The Harper government’s Bills listed above are designed to undermine the collective rights of First Nations by focusing on individual rights. This is the “modern legislative framework” the Conservatives promised in 2006. The 2006 Conservative Platform promised to:

Replace the Indian Act (and related legislation) with a modern legislative framework which provides for the devolution of full legal and democratic responsibility to aboriginal Canadians for their own affairs within the Constitution, including the Charter of Rights and Freedoms.

Of course “modern” in Conservative terms means assimilation of First Nations by termination of their collective rights and off-loading federal responsibilities onto the First Nations themselves and the provinces.

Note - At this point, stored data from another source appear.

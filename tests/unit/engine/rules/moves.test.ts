/** What holds of moves on any board: symmetry, and diagrams that no game brings about. */
import fc from 'fast-check';
import { expect, it } from 'vitest';
import { mirrored, type Position, squareName } from '@/engine/board';
import { isInCheck, legalMoves, type Move, perft, play } from '@/engine/rules';
import { opponent } from '@/engine/types';
import { diagrams, filesMirrored, flipped, playedPositions, positionOf } from '../../../support/random';

function named(moves: readonly Move[]): string[] {
  return moves
    .map(
      ({ from, to, promotion, captured, special }) =>
        `${squareName(from)}${squareName(to)} ${promotion} ${captured} ${special}`,
    )
    .sort();
}

/** Whether no side has several kings. */
function hasOneKingAtMost({ board }: Position): boolean {
  return [6, 14].every((king) => board.indexOf(king) === board.lastIndexOf(king));
}

it('moves turn with colours and board', () => {
  fc.assert(
    fc.property(fc.oneof(playedPositions, diagrams), (position) => {
      const turned = legalMoves(position).map((move) => ({
        ...move,
        from: mirrored(move.from),
        to: mirrored(move.to),
      }));
      // Of several kings the first from a1 on counts, which turning the board changes.
      fc.pre(hasOneKingAtMost(position));
      expect(named(legalMoves(flipped(position)))).toEqual(named(turned));
    }),
    { numRuns: 400, seed: 1 },
  );
});

it('without castling as many moves on the board mirrored from a to h', () => {
  fc.assert(
    fc.property(playedPositions, (position) => {
      const bare = filesMirrored(filesMirrored(position));
      expect(perft(filesMirrored(position), 2)).toBe(perft(bare, 2));
    }),
    { numRuns: 60, seed: 2 },
  );
});

it('no move leaves the own king in check, takes a king, or changes the position it is made from', () => {
  fc.assert(
    fc.property(fc.oneof(playedPositions, diagrams), (position) => {
      const before = Uint8Array.from(position.board);
      const kings = position.board.filter((code) => (code & 7) === 6).length;
      for (const move of legalMoves(position)) {
        const after = play(position, move);
        expect(after.sideToMove).toBe(opponent(position.sideToMove));
        expect(after.board.filter((code) => (code & 7) === 6)).toHaveLength(kings);
        if (hasOneKingAtMost(position)) expect(isInCheck(after, position.sideToMove)).toBe(false);
      }
      expect(position.board).toEqual(before);
    }),
    { numRuns: 200, seed: 3 },
  );
});

it.each([
  ['kK6/8/8/8/8/8/8/8 w - - 0 1', 2, 'kings side by side do not take each other'],
  ['8/8/8/8/8/8/8/8 w - - 0 1', 0, 'an empty board'],
  ['P7/8/8/8/8/8/8/p7 w - - 0 1', 0, 'a pawn on the last rank has no move'],
  ['8/8/8/8/8/8/8/P7 w - - 0 1', 1, 'a pawn on its first rank has one step'],
  ['K7/8/8/8/8/8/8/6KR b - - 0 1', 0, 'no man of the side to move'],
])('%s has %i moves: %s', (fen, count) => {
  expect(legalMoves(positionOf(fen))).toHaveLength(count);
  expect(perft(positionOf(fen), 1)).toBe(count);
});

it('a board of queens has room for all its moves', () => {
  const position = positionOf('QqQqQqQq/8/QqQqQqQq/8/QqQqQqQq/8/QqQqQqQq/8 w - - 0 1');
  const replies = legalMoves(position).map((move) => perft(play(position, move), 1));
  expect(perft(position, 2)).toBe(replies.reduce((sum, count) => sum + count, 0));
});

it('a capture in passing is no move where the captured pawn covers the king', () => {
  const moves = legalMoves(positionOf('4k1b1/8/8/3pP3/8/1K6/8/8 w - d6 0 1'));
  expect(named(moves)).not.toContain('e5d6 null pawn en-passant');
  expect(named(moves)).toContain('e5e6 null null null');
});

it('of several kings the first stays the one to be covered, whichever moves are tried before', () => {
  const rook = legalMoves(positionOf('r3k3/8/8/8/8/8/R7/KK6 w - - 0 1')).filter(({ kind }) => kind === 'rook');
  expect(rook.map(({ to }) => squareName(to))).toEqual(['a3', 'a4', 'a5', 'a6', 'a7', 'a8']);
});
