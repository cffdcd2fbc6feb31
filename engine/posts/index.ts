export * from './weights';
export * from './ground';
export * from './count-parts';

One Bill that hasn’t been introduced into Parliament yet, but is still expected, is the First Nations’ Private Ownership Act (FNPOA). This private property concept for Indian Reserves — which has been peddled by the likes of Tom Flanagan and tax proponent and former Kamloops Chief Manny Jules — is also a core plank of the Harper government’s 2006 electoral platform.

The 2006 Conservative Aboriginal Platform promised that if elected a Harper government would:

Support the development of individual property ownership on reserves, to encourage lending for private housing and businesses.

The long-term goals set out in the Harper government’s policy and legislative initiatives listed above are not new; they are at least as old as the Indian Act and were articulated in the federal 1969 White Paper on Indian Policy, which set out a plan to terminate Indian rights as the time.